For the Van de Kemp family of Fairview, Ont., parents Jordan and Amy knew all along they would send their four children, aged 4 to 11, to Stratford and District Christian School.

“We assumed that was the direction we would head in,” says Mr. Van de Kemp, co-owner with his wife of a car repair service. “Our [Christian Reformed] church supported it and there were a lot of kids that [eldest son] Micah already knew would be going to this school.” Mr. Van de Kemp attended public school for six years, unhappily he recalls, and later was home schooled for two years. He graduated, with fond memories, from a Christian high school near Kitchener.

Ms. Van de Kemp attended a Christian-affiliated school through Grade 12. As a child and youth worker, she spent a short time in the public school system and later two years with Stratford and District Christian School as a part-time education assistant.

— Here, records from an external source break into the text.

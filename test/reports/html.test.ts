import { parse } from 'parse5';
import { afterAll, beforeAll, describe, expect, it } from 'vitest';
import { buildDriftReport } from '../../src/reports/build-report.js';
import { renderReportHtml } from '../../src/reports/html.js';
import type { DriftReport } from '../../src/contracts/drift-report.js';
import { DAY_END, DAY_START, demoDayService } from '../helpers/demo.js';
import type { TestService } from '../helpers/service.js';

// The page is checked with parse5, a WHATWG-conformant HTML parser, reporting every parse error
// the HTML Living Standard defines (section 13.2.2, "Parse errors").
function parseErrors(html: string): string[] {
  const errors: string[] = [];
  parse(html, { onParseError: (e) => errors.push(`${e.code} at line ${e.startLine}, column ${e.startCol}`) });
  return errors;
}

let svc: TestService;
let report: DriftReport;
beforeAll(async () => {
  svc = await demoDayService();
  const bundle = svc.registry.get('moulding-quality')!.bundle;
  report = await buildDriftReport(svc.store.drift, bundle, { from: DAY_START, to: DAY_END }, { id: 'r1', createdAt: new Date('2026-12-01T02:00:00Z') });
});
afterAll(async () => {
  await svc.close();
});

describe('the drift report page', () => {
  it('parses without a single HTML parse error, with p-values below 1e-15 and markup characters in names', () => {
    // the demo day's shifted melt temperature, and a window whose tiny p-values print as "< 1e-15"
    const tiny: DriftReport = {
      ...report,
      out_of_domain: { ...report.out_of_domain, p_value: 0 },
      features: report.features.map((f, i) => (i === 0 ? { ...f, name: 'a<b & "c"', unit: "<'mm'>", p_adjusted: 0 } : f)),
      findings: ['p < 1e-15 & more', ...report.findings],
    };
    const html = renderReportHtml(tiny);
    expect(html).toContain('&#60; 1e-15');
    expect(html).toContain('a&#60;b &#38; &#34;c&#34;');
    expect(parseErrors(html)).toEqual([]);
    expect(parseErrors(renderReportHtml(report))).toEqual([]);
    // the parser is strict enough to catch the mistake this test guards against
    expect(parseErrors('<!doctype html><html><head><title>t</title></head><body><p>p < 1e-15</p></body></html>')).not.toEqual([]);
  });

  it('draws the window bars of every feature in the page teal, whatever the band; the band is in the caption and the table dot', () => {
    const html = renderReportHtml(report);
    expect(report.features.some((f) => f.band === 'shifted')).toBe(true);
    const charts = [...html.matchAll(/<svg data-chart="histogram-[^"]*"[^>]*>(.*?)<\/svg>/g)].map((m) => m[1] as string);
    expect(charts).toHaveLength(report.features.length);
    for (const chart of charts) {
      const fills = new Set([...chart.matchAll(/<rect [^>]*fill="(#[0-9a-f]{6})"/g)].map((m) => m[1]));
      // training grey and window teal, nothing else
      expect([...fills].sort()).toEqual(['#2f5d62', '#8c9aa3']);
    }
    const psi = html.match(/<svg data-chart="psi"[^>]*>(.*?)<\/svg>/)?.[1] ?? '';
    expect(new Set([...psi.matchAll(/<rect [^>]*fill="(#[0-9a-f]{6})"/g)].map((m) => m[1]))).toEqual(new Set(['#2f5d62']));
    // the shifted band still shows: in the caption badge and the table's dot
    const melt = report.features.find((f) => f.band === 'shifted')!;
    expect(html).toContain(`${melt.name} (${melt.unit}): PSI ${melt.psi!.toFixed(3)} <b style="color:#a23b2a">shifted</b>`);
    expect(html).toMatch(/<span class="dot" style="background:#a23b2a"><\/span>/);
  });
});
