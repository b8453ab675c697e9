import { afterAll, beforeAll, describe, expect, it } from 'vitest';
import { buildDriftReport } from '../../src/reports/build-report.js';
import { REPORT_DEFAULTS } from '../../src/reports/options.js';
import { writeFindings } from '../../src/reports/findings.js';
import type { DriftReport } from '../../src/contracts/drift-report.js';
import { DAY_END, DAY_START, demoDayService } from '../helpers/demo.js';
import type { TestService } from '../helpers/service.js';

let svc: TestService;
let report: DriftReport;
const bundle = () => svc.registry.get('moulding-quality')!.bundle;
beforeAll(async () => {
  svc = await demoDayService();
  report = await buildDriftReport(svc.store.drift, bundle(), { from: DAY_START, to: DAY_END }, { id: 'r1', createdAt: new Date('2026-12-01T02:00:00Z') });
});
afterAll(async () => {
  await svc.close();
});

describe('drift report over the invented demo day (normal morning, resin-lot change at noon, stuck cushion sensor 18:00-19:00)', () => {
  it('counts every scored row of the window, and as many out of domain as the inserted rows hold', () => {
    // Counted here over the test's own read-only connection, not through the report's queries.
    const [counted] = svc.rows(`SELECT COUNT(*) AS n, SUM(in_domain = 0) AS out FROM scored_requests WHERE received_at >= ${DAY_START} AND received_at < ${DAY_END}`) as Array<{ n: number; out: number }>;
    expect(counted!.n).toBe(1999);
    expect(counted!.out).toBeGreaterThan(60);
    expect(report.counts).toEqual({ scored: 1999, rejected: 0, out_of_domain: counted!.out, other_versions: 0 });
    expect(report.features.every((f) => f.n === 1999)).toBe(true);
  });

  it('finds the drifted feature shifted and no other feature shifted', () => {
    const byName = Object.fromEntries(report.features.map((f) => [f.name, f]));
    expect(byName.melt_temp_c!.band).toBe('shifted');
    expect(byName.melt_temp_c!.p_adjusted).toBeLessThan(1e-10);
    expect(report.features.filter((f) => f.band === 'shifted').map((f) => f.name)).toEqual(['melt_temp_c']);
    // melt temperature +7 degC on 916 of 1999 rows: about 3.2 degC on the mean
    expect(byName.melt_temp_c!.mean! - byName.melt_temp_c!.reference_mean).toBeGreaterThan(2.5);
    expect(byName.melt_temp_c!.mean! - byName.melt_temp_c!.reference_mean).toBeLessThan(4);
  });

  it('shows the faulted hour in the hourly series', () => {
    const hours = Object.fromEntries(report.hourly.map((h) => [h.hour, h]));
    const faulted = hours['2026-11-30T18:00:00.000Z']!;
    expect(faulted.out_of_domain).toBe(faulted.scored);
    expect(hours['2026-11-30T06:00:00.000Z']!.out_of_domain).toBeLessThan(5);
    expect(report.findings.some((f) => f.startsWith('Between 18:00 and 19:00 UTC on 2026-11-30'))).toBe(true);
  });

  it('tests the out-of-domain rate against the false-alarm rate measured at calibration', () => {
    const o = report.out_of_domain;
    expect(o.expected_rate).toBe(bundle().file.domain.held_out.false_alarm_rate);
    expect(o.rate).toBeCloseTo(report.counts.out_of_domain / 1999, 15);
    expect(o.ci_low!).toBeLessThan(o.rate!);
    expect(o.ci_high!).toBeGreaterThan(o.rate!);
    expect(o.p_value).toBeLessThan(1e-10);
    expect(report.verdict).toBe('shifted');
  });

  it('compares predicted classes with the held-out answers at training: more flash after the hotter barrel', () => {
    expect(report.predictions.fractions.flash!).toBeGreaterThan(2 * report.predictions.reference_fractions.flash!);
    expect(report.predictions.chi_square.p_value).toBeLessThan(1e-10);
    expect(report.predictions.js_distance!).toBeGreaterThan(0.05);
  });

  it('puts the worst findings first', () => {
    expect(report.findings[0]).toMatch(/^Out-of-domain answers: /);
    expect(report.findings.findIndex((f) => f.startsWith('melt_temp_c has shifted'))).toBeLessThan(report.findings.findIndex((f) => f.startsWith('Predicted classes')));
  });

  it('says so instead of giving p-values when the window holds too few rows', async () => {
    const small = await buildDriftReport(svc.store.drift, bundle(), { from: DAY_START, to: DAY_START + 20 * 60_000 }, { id: 'r2', createdAt: new Date() });
    expect(small.counts.scored).toBeLessThan(30);
    expect(small.verdict).toBe('insufficient data');
    expect(small.out_of_domain.p_value).toBeNull();
    expect(small.features.every((f) => f.ks.p_value === null && f.p_adjusted === null)).toBe(true);
    // a PSI over so few rows is given but not read as a band, and no finding is made of it
    expect(small.features.every((f) => f.psi !== null && f.band === null)).toBe(true);
    expect(small.findings.some((f) => f.includes('PSI'))).toBe(false);
    expect(small.findings[0]).toMatch(/^Only \d+ rows were scored in the window; at least 30 are needed/);
  });

  it('keeps memory bounded: above the cap the KS sample is a seeded uniform reservoir, and the report says so', async () => {
    const opts = { minRows: 30, sampleCap: 300, seed: 7 };
    const a = await buildDriftReport(svc.store.drift, bundle(), { from: DAY_START, to: DAY_END }, { id: 'r3', createdAt: new Date() }, opts);
    const b = await buildDriftReport(svc.store.drift, bundle(), { from: DAY_START, to: DAY_END }, { id: 'r3', createdAt: new Date(0) }, opts);
    expect(a.sample).toEqual({ rows: 300, cap: 300, reservoir: true, seed: 7 });
    expect(a.features.map((f) => f.ks.d)).toEqual(b.features.map((f) => f.ks.d));
    expect(a.findings.some((f) => f.includes('seeded uniform sample of 300 of the 1999 rows'))).toBe(true);
    // the PSI bins count every row, so they do not depend on the sample
    expect(a.features.map((f) => f.psi)).toEqual(report.features.map((f) => f.psi));
  });

  describe('findings on an otherwise quiet report', () => {
    // The real report with every sign of drift removed, then one sign put back at a time.
    const quiet = (): DriftReport => {
      const r = structuredClone(report);
      r.out_of_domain = { ...r.out_of_domain, p_value: 0.5, rate: r.out_of_domain.expected_rate };
      r.hourly = [];
      r.predictions.chi_square.p_value = 0.5;
      r.margin.ks.p_value = 0.5;
      r.sample.reservoir = false;
      for (const f of r.features) Object.assign(f, { band: 'stable', psi: 0.01, p_adjusted: 0.9, outside_count: 0 });
      return r;
    };

    it('reads a quiet report as stable', () => {
      const { verdict, findings } = writeFindings(quiet(), REPORT_DEFAULTS);
      expect(verdict).toBe('stable');
      expect(findings).toHaveLength(1);
      expect(findings[0]).toMatch(/^No drift found over 1999 rows/);
    });

    it('calls a feature shifted only when the KS test agrees with its PSI', () => {
      const r = quiet();
      Object.assign(r.features[0]!, { band: 'shifted', psi: 0.4, p_adjusted: 0.3 });
      const alone = writeFindings(r, REPORT_DEFAULTS);
      expect(alone.verdict).toBe('watch');
      expect(alone.findings[0]).toMatch(new RegExp(`^${r.features[0]!.name} has a PSI of 0.40, in the shifted band, but the KS test finds no evidence`));
      Object.assign(r.features[0]!, { p_adjusted: 0.001 });
      const both = writeFindings(r, REPORT_DEFAULTS);
      expect(both.verdict).toBe('shifted');
      expect(both.findings[0]).toMatch(new RegExp(`^${r.features[0]!.name} has shifted: PSI 0.40`));
    });

    it('raises watch for rows outside the training envelope and for lower margins', () => {
      const envelope = quiet();
      envelope.features[1]!.outside_count = 40;
      const e = writeFindings(envelope, REPORT_DEFAULTS);
      expect(e.verdict).toBe('watch');
      expect(e.findings[0]).toBe(`${envelope.features[1]!.name} was outside its training envelope in 40 of 1999 rows (2.00%).`);

      const margins = quiet();
      margins.margin.ks.p_value = 0.001;
      const m = writeFindings(margins, REPORT_DEFAULTS);
      expect(m.verdict).toBe('watch');
      expect(m.findings[0]).toMatch(/^Margins \(top-1 minus top-2 probability\) are/);
    });
  });
});
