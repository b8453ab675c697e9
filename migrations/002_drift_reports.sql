-- Drift reports need the training reference of the bundle that answered, even after it is
-- unloaded: keep the sealed bundle itself with its model row (once per sha256).
ALTER TABLE models ADD COLUMN bundle TEXT;

CREATE TABLE drift_reports (
  id            TEXT PRIMARY KEY,       -- UUID v7
  seq           INTEGER NOT NULL UNIQUE,
  model_name    TEXT NOT NULL,
  model_sha256  TEXT NOT NULL,
  window_from   INTEGER NOT NULL,       -- Unix ms, inclusive
  window_to     INTEGER NOT NULL,       -- Unix ms, exclusive
  created_at    INTEGER NOT NULL,
  trigger       TEXT NOT NULL CHECK (trigger IN ('nightly', 'request', 'cli', 'demo')),
  report        TEXT NOT NULL           -- the report JSON
) STRICT;

CREATE INDEX drift_reports_model_window ON drift_reports (model_name, window_from);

At the school, with 140 students and seven full-time equivalent Ontario-certified teachers, the day begins with 20 minutes of prayer, followed by classes that follow the provincial curriculum except for Bible-infused teaching of evolution and sex ed (the latter delayed to senior elementary grades), and three classes a week of Bible study.

“We feel strongly as parents that we need to train our kids to be able to stand up and handle the world we live in,” Ms. Van de Kemp says.

She sees no risk that faith-based schooling isolates her children from the world as they are enrolled in a variety of non-denominational activities in their communities. “So for school at this point, we have chosen to keep them out of that public sphere, but we also have made a concerted effort to put them in the public sphere in different ways,” she says.

Like his wife, Mr. Van de Kemp says the religious-school option ensures that values taught at home are echoed at school. “Now is the time to build a [moral] base that they can build off,” he says of his children. “Not that we shelter them, but they do need direction at this point and a moral compass – and knowing what is right and wrong.” Adds Ms. Van de Kemp: “We don’t feel like they come home and we have to deprogram them.”

For their four children, the Van de Kemps pay $14,500 in tuition, including busing. What makes the investment worthwhile, Ms. Van de Kemp says, “is what the kids come home with: They are happy when they get off the bus.”